Energizer Resources Announces Private Placement Equity Financing
Energizer Resources Inc. (TSX: EGZ) (OTCQX: ENZR) (WKN: A1CXW3) (“Energizer” or the “Company”)
announces the initiation of a best-efforts agency private placement offering (the “Offering”) of up to 37,500,000 special warrants of the Company (“Special Warrants”) at a price of C$0.12 per Special Warrant, representing aggregate gross proceeds of up to C$4,500,000. Subscribers have the option to settle in US currency with the applicable exchange rate being applied.
Each Special Warrant entitles the holder to acquire, for no additional consideration, one unit (“Unit”) of Energizer, with each Unit comprised of one common share (“Common Share”) of Energizer and one-half of one common share purchase warrant (each whole common share purchase warrant a “Warrant”) of Energizer. Each full Warrant will entitle the holder thereof to purchase one Common Share of Energizer at a price of US$0.14 per Common Share, for a period of 36 months following the Closing Date.
The Special Warrants will be deemed to be exercised without payment of additional consideration or further action, on the earlier of: (i) the third business day following the day upon which the Issuer obtains a receipt for a final prospectus (the “Final Prospectus”) qualifying the underlying Common Shares, the underlying Warrants, and the common shares underlying the Warrants (collectively the “Underlying Securities”) from the securities regulatory authority in each jurisdiction in which Special Warrants are sold under the Offering (and further provided that the Company has filed (and has in effect) a resale registration statement (the “Registration Statement”) in the United States with the Securities and Exchange Commission relating to the Underlying Securities; and (ii) that date that is six months following the closing of the Offering.
The Company shall use its commercially reasonable efforts to (i) file and obtain a receipt for the Final Prospectus and (ii) file (and have in effect) the Registration Statement as soon as reasonably practicable.
If the Company fails to obtain a final receipt for the Final Prospectus and file (and have in effect) the Registration Statement within 90 days following the closing of the Offering, the holders of Special Warrants will be entitled to receive 1.1 Common Shares (instead of one Common Share) and 0.55 of a Warrant (instead of 0.5 of a Warrant) on the deemed exercise of the Special Warrants.
In addition, the Agents (defined below) have been granted an option, exercisable at any time up until the closing of the Offering to sell an additional 7,500,000 Special Warrants for additional gross proceeds of up to C$900,000.
The Offering will be co-led by two Agents and may include a selling group. The Offering is being made on a best efforts agency basis and is expected to close on or about March 16, 2015. Completion of the Offering remains subject to approval of the applicable regulatory authorities, including the Toronto Stock Exchange. The Agents will be paid a cash commission in connection with the Offering equal to 7% of gross proceeds.

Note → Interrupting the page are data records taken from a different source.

import { describe, expect, test } from "vitest";
import { DIRECTIVES } from "../../src/dossier/content/Directive.ts";
import type { Dossier } from "../../src/dossier/Dossier.ts";
import { formatPopulation } from "../../src/quantity/formatPopulation.ts";
import { dossierValue } from "../../src/site/pages/dossierValue.ts";
import { sampleDossier } from "../derivation/madeDossier.ts";

const MADE = sampleDossier();

/** The same dossier with another share of its first conformer. */
function withPopulation(population: number, population95: readonly [number, number]): Dossier {
  const [first, ...others] = MADE.conformers;
  return { ...MADE, conformers: [{ ...first!, population, population95 }, ...others] };
}

describe("A value in a sentence", () => {
  test("exists for every name that an author may write, also where nothing was analysed", () => {
    const bare: Dossier = { ...MADE, conformers: [], equilibria: [], relation: null };
    for (const dossier of [MADE, bare])
      for (const name of DIRECTIVES.compound.value) expect(dossierValue(dossier, name), name).not.toBe("");
  });

  test("gives an interval with the digits of the tables, and never claims certainty", () => {
    for (const [population, low, high] of [
      [0.9991, 0.9961, 0.9998],
      [0.95, 0.939, 0.958],
      [0.0004, 0.0001, 0.002],
      [0.6, 0.4, 0.77],
    ] as const) {
      const dossier = withPopulation(population, [low, high]);
      const interval = dossierValue(dossier, "interval.major");
      expect(formatPopulation(population, [low, high])).toContain(`(${interval})`);
      expect(interval).not.toMatch(/(?<![\d.])100(?![\d.])/);
    }
    expect(dossierValue(withPopulation(0.5, [0.5, 0.5]), "interval.major")).toContain("exact by symmetry");
  });

  test("sets a name as the headings do", () => {
    expect(dossierValue({ ...MADE, name: "cis-2-phenyl-1,3-dioxan-5-ol" }, "name")).toBe(
      "*cis*-2-phenyl-1,3-dioxan-5-ol",
    );
  });
});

Building on the Company’s achievement of completing its positive Feasibility Study (“FS”) for its 100%-owned Molo graphite deposit in southern Madagascar announced on February 5, 2015, the net proceeds of the Offering will be used to further advance the Molo project. This will include the acceleration of certain facets of the project that are generally undertaken after the initial completion of a FS such as additional detailed engineering work and sensitivity analysis to ascertain further optimization of both Capital Expenditures and Operating Expenses. Part of the proceeds may also be used to conduct site visits with potential strategic partners, for required property related payments and for general working capital requirements.
From the date of issue, subject to the receipt of a Final Prospectus in all qualifying jurisdictions and the filing and effectiveness of the Registration Statement, (i) the Special Warrants and the underlying Common Shares and underlying Warrants will be subject to a minimum six-month hold period as required by U.S. securities laws, and will also be subject to a four-month and one day hold period (which will run concurrently with the six-month hold period) as required by Canadian securities laws and (ii) the common shares underlying the Warrants will be subject to additional hold periods that shall commence on the date the Underlying Warrants are exercised.
This news release does not constitute an offer to sell or a solicitation of an offer to buy the securities described herein, nor shall there be any sale of these securities in any state or jurisdiction in which such an offer, solicitation or sale would be unlawful prior to registration or qualification under the securities laws of any such jurisdiction. The securities offered have not been registered under the U.S. Securities Act of 1933, as amended, or any other securities laws and may not be offered or sold in the United States absent registration or an applicable exemption from registration requirements.
ABOUT ENERGIZER RESOURCES
Energizer Resources is a mineral exploration and mine development company based in Toronto, Canada, that is developing its 100%-owned, flagship Molo Graphite Project in southern Madagascar.